Not with REW since there is no way to separate the effect of the output path from the input path. Input stages generally suffer more from LF roll-off than output stages, with a USB mic it is better not to use a soundcard calibration.


----------



## Phillips (Aug 12, 2011)

Phillips said:


> Here is my laptop sound card calibration file
> 
> View attachment 40099



Hi John 

I have the laptops sound card calibration file already (above), so it shouldn't be used?


----------



## alexandertol (Jan 18, 2013)

Hi,

I want to buy the UMIK-1. I have the same question. But with my laptop I can't callibrate the soundcart. So how do I know the audio output is correct?


----------



## Phillips (Aug 12, 2011)

alexandertol said:


> Hi,
> 
> I want to buy the UMIK-1. I have the same question. But with my laptop I can't callibrate the soundcart. So how do I know the audio output is correct?



Hi 

Sounds like with the UMIK-1 you don't need one?

I have the Omnimic and the only reason i have asked the question is because i already have the file, more accurate etc to use or not?


----------



## alexandertol (Jan 18, 2013)

Hi,

I am going to order the UMIK-1. 

Also I will buy the MiniDSP. 
I will only use one input conected to my sub out, and one output connected to my sub. Is this possible?


----------



## JimP (May 18, 2006)

alexandertol said:


> Hi,
> 
> I am going to order the UMIK-1.
> 
> ...


I'd really like to help you but this doesn't make any sense.

Please restate your question.


----------



## alexandertol (Jan 18, 2013)

Hi,

I would like to but the MiniDSP 2x4. I want to use it only for my subwoofer. 

- Can I use this device using only one input and one output? I am going to connect the Sub-out from my 5.1 amplifier to the input of the MiniDSP. One of the outputs I will connect to the subwoofer. I wil not use the other in and outputs. 
- I only want to use the PEQ, not the crossover, because the amplifier has already filtered the signal at 80 HZ.
- If I am correct I have to use the ADV 2.1 audio plugin, is this correct? In the example application diagram on the datasheet you see a stereo input from the stereo source and a mono output for the sub. I will only use one input. Is this possible?

I hope you can help me.

Thanks,

Alexander


----------



## JimP (May 18, 2006)

Hi Alexander

Wish I could be more help to you but I'm not that familiar with the MiniDSP 2x4.

There's probably a better thread to ask your questions.


----------



## JohnM (Apr 11, 2006)

alexandertol said:


> I would like to but the MiniDSP 2x4. I want to use it only for my subwoofer.
> 
> - Can I use this device using only one input and one output? I am going to connect the Sub-out from my 5.1 amplifier to the input of the MiniDSP. One of the outputs I will connect to the subwoofer. I wil not use the other in and outputs.
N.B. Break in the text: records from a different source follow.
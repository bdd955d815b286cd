import { provideHttpClient } from '@angular/common/http';
import { HttpTestingController, provideHttpClientTesting } from '@angular/common/http/testing';
import { HarnessLoader } from '@angular/cdk/testing';
import { TestbedHarnessEnvironment } from '@angular/cdk/testing/testbed';
import { TestBed } from '@angular/core/testing';
import { MatButtonHarness } from '@angular/material/button/testing';
import { MATERIAL_ANIMATIONS } from '@angular/material/core';
import { MatDialogHarness } from '@angular/material/dialog/testing';
import { MatFormFieldHarness } from '@angular/material/form-field/testing';
import { MatInputHarness } from '@angular/material/input/testing';
import { provideRouter } from '@angular/router';
import { describeRuleChanges } from './booking-rules-form';
import { BookingRulesPage } from './booking-rules-page';

const current = { holdHours: 48, lateCancellationDays: 7, lateCancellationPercent: 50, timeZone: 'Europe/London' };

async function open(): Promise<{ loader: HarnessLoader; root: HarnessLoader; backend: HttpTestingController; text: () => string; settle: () => Promise<void> }> {
  TestBed.configureTestingModule({ imports: [BookingRulesPage], providers: [provideHttpClient(), provideHttpClientTesting(), provideRouter([]), { provide: MATERIAL_ANIMATIONS, useValue: { animationsDisabled: true } }] });
  const fixture = TestBed.createComponent(BookingRulesPage);
  fixture.detectChanges();
  const backend = TestBed.inject(HttpTestingController);
  backend.expectOne('/api/bookings/settings').flush(current);
  await fixture.whenStable();
  return {
    loader: TestbedHarnessEnvironment.loader(fixture),
    root: TestbedHarnessEnvironment.documentRootLoader(fixture),
    backend,
    text: () => document.body.textContent ?? '',
    settle: () => fixture.whenStable(),
  };
}

const field = (loader: HarnessLoader, label: RegExp) => loader.getHarness(MatFormFieldHarness.with({ floatingLabelText: label }));
const input = async (loader: HarnessLoader, label: RegExp) => (await (await field(loader, label)).getControl(MatInputHarness)) as MatInputHarness;
const save = async (loader: HarnessLoader) => (await loader.getHarness(MatButtonHarness.with({ text: 'Save rules' }))).click();
const isPut = (backend: HttpTestingController) => backend.match((request) => request.method === 'PUT');
/** Confirms the dialog and lets the page hear the answer. */
const confirm = async (root: HarnessLoader, settle: () => Promise<void>) => {
  await (await root.getHarness(MatButtonHarness.with({ text: 'Save rules', ancestor: 'mat-dialog-actions' }))).click();
  await settle();
};

describe('BookingRulesPage', () => {
  it('shows the lab’s current rules and zone', async () => {
    const { loader, text } = await open();
    expect(await (await input(loader, /^Hold length/)).getValue()).toBe('48');
    expect(await (await input(loader, /^Days before the start/)).getValue()).toBe('7');
    expect(await (await input(loader, /^Charge/)).getValue()).toBe('50');
    expect(text()).toContain('Europe/London');
  });

  it('says what is wrong with each value and sends nothing', async () => {
    const { loader, backend } = await open();
    await (await input(loader, /^Hold length/)).setValue('0');
    await (await input(loader, /^Days before the start/)).setValue('');
    await (await input(loader, /^Charge/)).setValue('12.5');
    await save(loader);
    expect(await (await field(loader, /^Hold length/)).getTextErrors()).toEqual(['Between 1 and 1440 hours']);
    expect(await (await field(loader, /^Days before the start/)).getTextErrors()).toEqual(['Enter how many days before the start the rule begins']);
    expect(await (await field(loader, /^Charge/)).getTextErrors()).toEqual(['Use a whole percentage']);
    await (await input(loader, /^Charge/)).setValue('101');
    expect(await (await field(loader, /^Charge/)).getTextErrors()).toEqual(['Between 0 and 100 %']);
    expect(isPut(backend)).toEqual([]);
  });

  it('asks first, saying when the change takes effect, and sends nothing when the lab manager steps back', async () => {
    const { loader, root, backend } = await open();
    await (await input(loader, /^Hold length/)).setValue('24');
    await save(loader);
    const dialog = await root.getHarness(MatDialogHarness);
    expect(await dialog.getTitleText()).toBe('Change the booking rules?');
    expect(await dialog.getContentText()).toBe('A provisional hold will last 24 hours instead of 48 hours, for holds started or renewed from now on; holds already running keep their end.');
    await (await root.getHarness(MatButtonHarness.with({ text: 'Cancel' }))).click();
    expect(isPut(backend)).toEqual([]);
  });

  it('saves the confirmed rules as whole numbers and keeps them as the new baseline', async () => {
    const { loader, root, backend, text, settle } = await open();
    await (await input(loader, /^Days before the start/)).setValue('14');
    await (await input(loader, /^Charge/)).setValue('25');
    await save(loader);
    const dialog = await root.getHarness(MatDialogHarness);
    expect(await dialog.getContentText()).toContain('25 % of the accepted quote when a customer cancels a confirmed booking within 14 days of its start, instead of 50 % of the accepted quote when a customer cancels a confirmed booking within 7 days of its start');
    expect(await dialog.getContentText()).toContain('including bookings already confirmed');
    await confirm(root, settle);
    const put = backend.expectOne('/api/bookings/settings');
    expect(put.request.method).toBe('PUT');
    expect(put.request.body).toEqual({ holdHours: 48, lateCancellationDays: 14, lateCancellationPercent: 25 });
    put.flush({ holdHours: 48, lateCancellationDays: 14, lateCancellationPercent: 25, timeZone: 'Europe/London' });
    expect(text()).toContain('Booking rules saved.');
    // Saving the same values again changes nothing, so nothing is asked or sent.
    await save(loader);
    expect(await root.getAllHarnesses(MatDialogHarness)).toHaveLength(0);
    expect(isPut(backend)).toEqual([]);
  });

  it('puts a field error from the API under its field', async () => {
    const { loader, root, backend, settle } = await open();
    await (await input(loader, /^Hold length/)).setValue('72');
    await save(loader);
    await confirm(root, settle);
    backend
      .expectOne('/api/bookings/settings')
      .flush({ title: 'Invalid request', detail: 'Check the highlighted fields.', errors: [{ field: 'holdHours', message: 'A hold lasts at most 1440 hours' }] }, { status: 400, statusText: 'Bad Request' });
    expect(await (await field(loader, /^Hold length/)).getTextErrors()).toEqual(['A hold lasts at most 1440 hours']);
  });
});

describe('describeRuleChanges', () => {
  it('names nothing when nothing changed, and a zero charge as no charge', () => {
    const rules = { holdHours: 48, lateCancellationDays: 7, lateCancellationPercent: 50 };
    expect(describeRuleChanges(rules, { ...rules })).toEqual([]);
    expect(describeRuleChanges(rules, { ...rules, lateCancellationPercent: 0 })).toEqual([
      'Late cancellation will cost nothing, instead of 50 % of the accepted quote when a customer cancels a confirmed booking within 7 days of its start. This applies to every cancellation from now on, including bookings already confirmed.',
    ]);
  });
});
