import { provideHttpClient } from '@angular/common/http';
import { HttpTestingController, provideHttpClientTesting } from '@angular/common/http/testing';
import { HarnessLoader } from '@angular/cdk/testing';
import { TestbedHarnessEnvironment } from '@angular/cdk/testing/testbed';
import { ComponentFixture, TestBed } from '@angular/core/testing';
import { MatButtonHarness } from '@angular/material/button/testing';
import { MatFormFieldHarness } from '@angular/material/form-field/testing';
import { MatInputHarness } from '@angular/material/input/testing';
import { MatSelectHarness } from '@angular/material/select/testing';
import { provideRouter } from '@angular/router';
import { BookingRequestPage } from './booking-request-page';

const tunnelId = '3f1c2b4a-5d6e-4f70-8a9b-0c1d2e3f4a5b';

async function open(): Promise<{ fixture: ComponentFixture<BookingRequestPage>; loader: HarnessLoader; backend: HttpTestingController }> {
  TestBed.configureTestingModule({
    imports: [BookingRequestPage],
    providers: [provideHttpClient(), provideHttpClientTesting(), provideRouter([])],
  });
  const fixture = TestBed.createComponent(BookingRequestPage);
  fixture.detectChanges();
  const backend = TestBed.inject(HttpTestingController);
  backend.expectOne('/api/tunnels').flush([{ id: tunnelId, name: 'Low-speed circuit' }]);
  backend.expectOne('/api/services').flush([]);
  backend.expectOne('/api/bookings/settings').flush({ holdHours: 48, lateCancellationDays: 7, lateCancellationPercent: 50, timeZone: 'Europe/London' });
  await fixture.whenStable();
  return { fixture, loader: TestbedHarnessEnvironment.loader(fixture), backend };
}

const field = (loader: HarnessLoader, label: RegExp) => loader.getHarness(MatFormFieldHarness.with({ floatingLabelText: label }));
const input = async (loader: HarnessLoader, label: RegExp) => (await (await field(loader, label)).getControl(MatInputHarness)) as MatInputHarness;
const send = async (loader: HarnessLoader) => (await loader.getHarness(MatButtonHarness.with({ text: 'Send request' }))).click();

describe('BookingRequestPage', () => {
  it('explains every missing field and sends nothing', async () => {
    const { loader, backend } = await open();
    await send(loader);
    expect(await (await field(loader, /^Tunnel/)).getTextErrors()).toEqual(['Choose a tunnel']);
    expect(await (await field(loader, /^Start/)).getTextErrors()).toEqual(['Choose when the test starts']);
    expect(await (await field(loader, /^Article name/)).getTextErrors()).toEqual(['Name the article']);
    expect(await (await field(loader, /^Coefficients based on/)).getTextErrors()).toEqual(['Choose the reference area']);
    backend.expectNone('/api/bookings');
  });

  it('refuses a period that ends before it starts and speeds that are not numbers', async () => {
    const { fixture, loader, backend } = await open();
    await (await input(loader, /^Start/)).setValue('2030-10-05T17:00');
    await (await input(loader, /^End/)).setValue('2030-10-05T09:00');
    await (await input(loader, /^Speeds/)).setValue('20, fast');
    await send(loader);
    const text = (fixture.nativeElement as HTMLElement).textContent ?? '';
    expect(text).toContain('The end must be after the start.');
    expect(await (await field(loader, /^Speeds/)).getTextErrors()).toEqual(['List speeds in m/s above zero, separated by commas']);
    backend.expectNone('/api/bookings');
  });

  it('shows the chosen tunnel’s busy times, then sends the period as lab wall time with its offset, and the test plan', async () => {
    const { fixture, loader, backend } = await open();
    const tunnel = await (await field(loader, /^Tunnel/)).getControl(MatSelectHarness);
    await tunnel?.open();
    // The harness waits for the page to settle, which includes the week's pending occupancy request.
    const choosing = tunnel?.clickOptions({ text: 'Low-speed circuit' });
    let pending = backend.match((request) => request.url === `/api/tunnels/${tunnelId}/occupancy`);
    while (pending.length === 0) {
      await new Promise((done) => setTimeout(done, 20));
      pending = backend.match((request) => request.url === `/api/tunnels/${tunnelId}/occupancy`);
    }
    const week = pending[0]!;
    const monday = new Date(Date.parse(week.request.params.get('from') ?? '') + 10 * 3_600_000).toISOString();
    const mondayEnd = new Date(Date.parse(monday) + 2 * 3_600_000).toISOString();
    week.flush({ tunnelId, timeZone: 'Europe/London', from: monday, to: mondayEnd, slots: [{ status: 'busy', period: { start: monday, end: mondayEnd, hours: 2 } }] });
    await choosing;
    await fixture.whenStable();
    expect((fixture.nativeElement as HTMLElement).querySelector('tw-calendar-grid')?.textContent).toContain('Busy');
    await (await input(loader, /^Start/)).setValue('2030-10-07T09:00');
    await (await input(loader, /^End/)).setValue('2030-10-07T17:00');
    await (await input(loader, /^Article name/)).setValue('Hatchback model, 1:4');
    const kind = await (await field(loader, /^Coefficients based on/)).getControl(MatSelectHarness);
    await kind?.open();
    await kind?.clickOptions({ text: 'Frontal area' });
    await (await input(loader, /^Speeds/)).setValue('20, 30 40');
    await (await input(loader, /^Yaw from/)).setValue('-10');
    await (await input(loader, /^Yaw to/)).setValue('10');
    await (await input(loader, /^Configurations/)).setValue('Baseline\nSpoiler fitted');
    await send(loader);
    const request = backend.expectOne('/api/bookings');
    expect(request.request.body).toMatchObject({
      tunnelId,
      serviceId: null,
      start: '2030-10-07T09:00:00+01:00',
      end: '2030-10-07T17:00:00+01:00',
      articles: [{ name: 'Hatchback model, 1:4', referenceAreaKind: 'frontal' }],
      testPlan: { speeds: [20, 30, 40], yawRange: { from: -10, to: 10 }, configurations: [{ label: 'Baseline' }, { label: 'Spoiler fitted' }] },
    });
  }, 20_000);
});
Yes, you can use just 1 input and one output. Questions on the plug-ins are best asked on the MiniDSP software support forum, we don't have any expertise on them, sorry.


----------



## JohnM (Apr 11, 2006)

Phillips said:


> I have the laptops sound card calibration file already (above), so it shouldn't be used?


No, it shouldn't be used if the input is UMIK-1. The cal file is only valid if you are using the input you were connected to when you made it.


----------



## Phillips (Aug 12, 2011)

JohnM said:


> No, it shouldn't be used if the input is UMIK-1. The cal file is only valid if you are using the input you were connected to when you made it.


Thanks John

I don't have a UMIK, so with any other USB mic e.g. Omnimic, Dayton UMM-6 use the sound card calibration file if possible?


----------



## JohnM (Apr 11, 2006)

Phillips said:


> I don't have a UMIK, so with any other USB mic e.g. Omnimic, Dayton UMM-6 use the sound card calibration file if possible?


No. *The cal file is only valid if you are using the input you were connected to when you made it.*


----------



## Phillips (Aug 12, 2011)

JohnM said:


> No. *The cal file is only valid if you are using the input you were connected to when you made it.*


Right, i only read about if you have a UMIK.


----------